0

Short version: How can one serialize a class (class reference, i.e. not an object) that is a member of an object (see: example)?

Long version:

I have been using the answer to this question in my work: How can I ignore a member when serializing an object with PyYAML?

So, my current implementation is this:

class SecretYamlObject(yaml.YAMLObject):
    """Helper class for YAML serialization.
    Source: https://stackoverflow.com/questions/22773612/how-can-i-ignore-a-member-when-serializing-an-object-with-pyyaml """

    def __init__(self, *args, **kwargs):
        self.__setstate__(self, kwargs) #Default behavior, so one could just use setstate
        pass

    hidden_fields = []
    @classmethod
    def to_yaml(cls,dumper,data):
        new_data = copy(data)
        for item in cls.hidden_fields:
            if item in new_data.__dict__:
               del new_data.__dict__[item]
        res = dumper.represent_yaml_object(cls.yaml_tag, new_data, cls, flow_style=cls.yaml_flow_style)
        return res

So far, this has been working fine for me because until now I have only needed to hide loggers:

class EventManager(SecretYamlObject):
    yaml_tag = u"!EventManager"
    hidden_fields = ["logger"]

    def __setstate__(self, kw): # For (de)serialization
        self.logger = logging.getLogger(__name__)
        self.listeners = kw.get("listeners",{})
        #...
        return


    def __init__(self, *args, **kwargs):
        self.__setstate__(kwargs)
        return

However, a different problem appears when I try to serialize non-trivial objects (if Q is directly from object, this is fine, but from yaml.YAMLObject it fails with "can't pickle int objects").

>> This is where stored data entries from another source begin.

def _master_point_rig(included_deg: float, person_at=(0.0, -3.0)) -> Rig:
    """Master point M pulled down with 1 kN, held by two stiff legs tied to anchors at +-alpha/2 from +y."""
    from solver.model import Force

    h = math.radians(included_deg) / 2
    pts = (
        Point("A1", "anchor", -4 * math.sin(h), 4 * math.cos(h), capacity_N=2e4),
        Point("A2", "anchor", 4 * math.sin(h), 4 * math.cos(h), capacity_N=2e4),
        Point("M", "point", 0.0, 0.0, label="master point"),
        Point("P", "person", *person_at, label="rigger"),
    )
    legs = (Rope("s1", "stiff", (Pass("A1"), Pass("M"))), Rope("s2", "stiff", (Pass("A2"), Pass("M"))))
    return Rig(points=pts, ropes=legs, materials=(STIFF,),
               forces=(Force("M", 1000.0, 270.0),), settings=Settings(motion="hold"))


@pytest.mark.parametrize("included, warned", [(110.0, False), (130.0, True)])
def test_solved_two_leg_anchor_matches_asme_leg_factor_and_warns_over_120(included, warned):
    from solver.analysis import analyse

    res = analyse(_master_point_rig(included))
    assert res.ok, res.message
    # ASME B30.9 load-angle factor 1/sin(beta), beta each leg's angle from the horizontal: here the load
    # hangs straight down between symmetric legs, so beta = (180 - included) / 2 and leg = (W/2) / sin(beta)
    # (check-values.md, "Anchors and redirects"), W = 1 kN
    beta = math.radians((180.0 - included) / 2.0)
    leg_N = (1000.0 / 2.0) / math.sin(beta)
    for s in res.segments:
        assert s.tension_N == pytest.approx(leg_N, rel=1e-5)
    assert ("wide-anchor" in codes(res.warnings)) is warned
    if warned:
        from solver.units import format_force

        w = next(w for w in res.warnings if w.code == "wide-anchor")
        assert f"Now: {format_force(leg_N, 'kN')} to A1" in w.message


def test_solved_redirect_pulley_load_equals_the_solvers_anchor_resultant():
    from solver.equilibrium import solve

    pts = (
        Point("L", "load", 10.0, 0.0, fixed=False, label="raft"),
        Point("A", "anchor", 0.0, 0.0, capacity_N=1e9),
        Point("H", "haul", 0.0, 10.0, force_N=1000.0),
        Point("B", "anchor", 20.0, 0.0, capacity_N=1e9),
    )
    ropes = (
        Rope("m", "stiff", (Pass("L"), Pass("A", "pulley", "pul"), Pass("H", "hauled"))),
        Rope("b", "stiff", (Pass("L"), Pass("B"))),
    )
    rig = Rig(points=pts, ropes=ropes, materials=(STIFF,), hardware=(PULLEY,))
    res = solve(rig)
    assert res.ok, res.message
    f = next(x[3] for x in pass_loads(rig, res) if x[2] == "A")
    assert f == pytest.approx(res.anchors["A"].force_N, rel=1e-9)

See this example:

class Q(SecretYamlObject): #works fine if I just use "object"
    pass

class A(SecretYamlObject):
    yaml_tag = u"!Aobj"
    my_q = Q
    def __init__(self, oth_q):
        self.att = "att"
        self.oth_q = oth_q
        pass
    pass

class B(SecretYamlObject):
    yaml_tag = u"!Bobj"
    my_q = Q
    hidden_fields = ["my_q"]
    def __init__(self, oth_q):
        self.att = "att"
        self.oth_q = oth_q
        pass
    pass

class C(SecretYamlObject):
    yaml_tag = u"!Cobj"
    my_q = Q
    hidden_fields = ["my_q"]

    def __init__(self, *args, **kwargs):
        self.__setstate__(kwargs)
        pass

    def __setstate__(self, kw):
        self.att = "att"
        self.my_q = Q
        self.oth_q = kw.get("oth_q",None)
        pass

    pass

a = A(Q)
a2 = yaml.load(yaml.dump(a))

b = B(Q)
b2 = yaml.load(yaml.dump(b))

c = C(my_q=Q)
c2 = yaml.load(yaml.dump(c))
c2.my_q
c2.oth_q

A and B give "can't pickle int objects" errors, while C doesn't initialize oth_q (because there is no information about it).

Question: How to preserve the information about which class reference is held?

(I need to hold the class reference to be able to make objects of that type - an alternate for this might work too)

1 Answers1

1

When loading dumped YAML, you normally don't need to preserve the information about which class needs to be instantiated. That is what tag information, stored in the file with !XObj, is for.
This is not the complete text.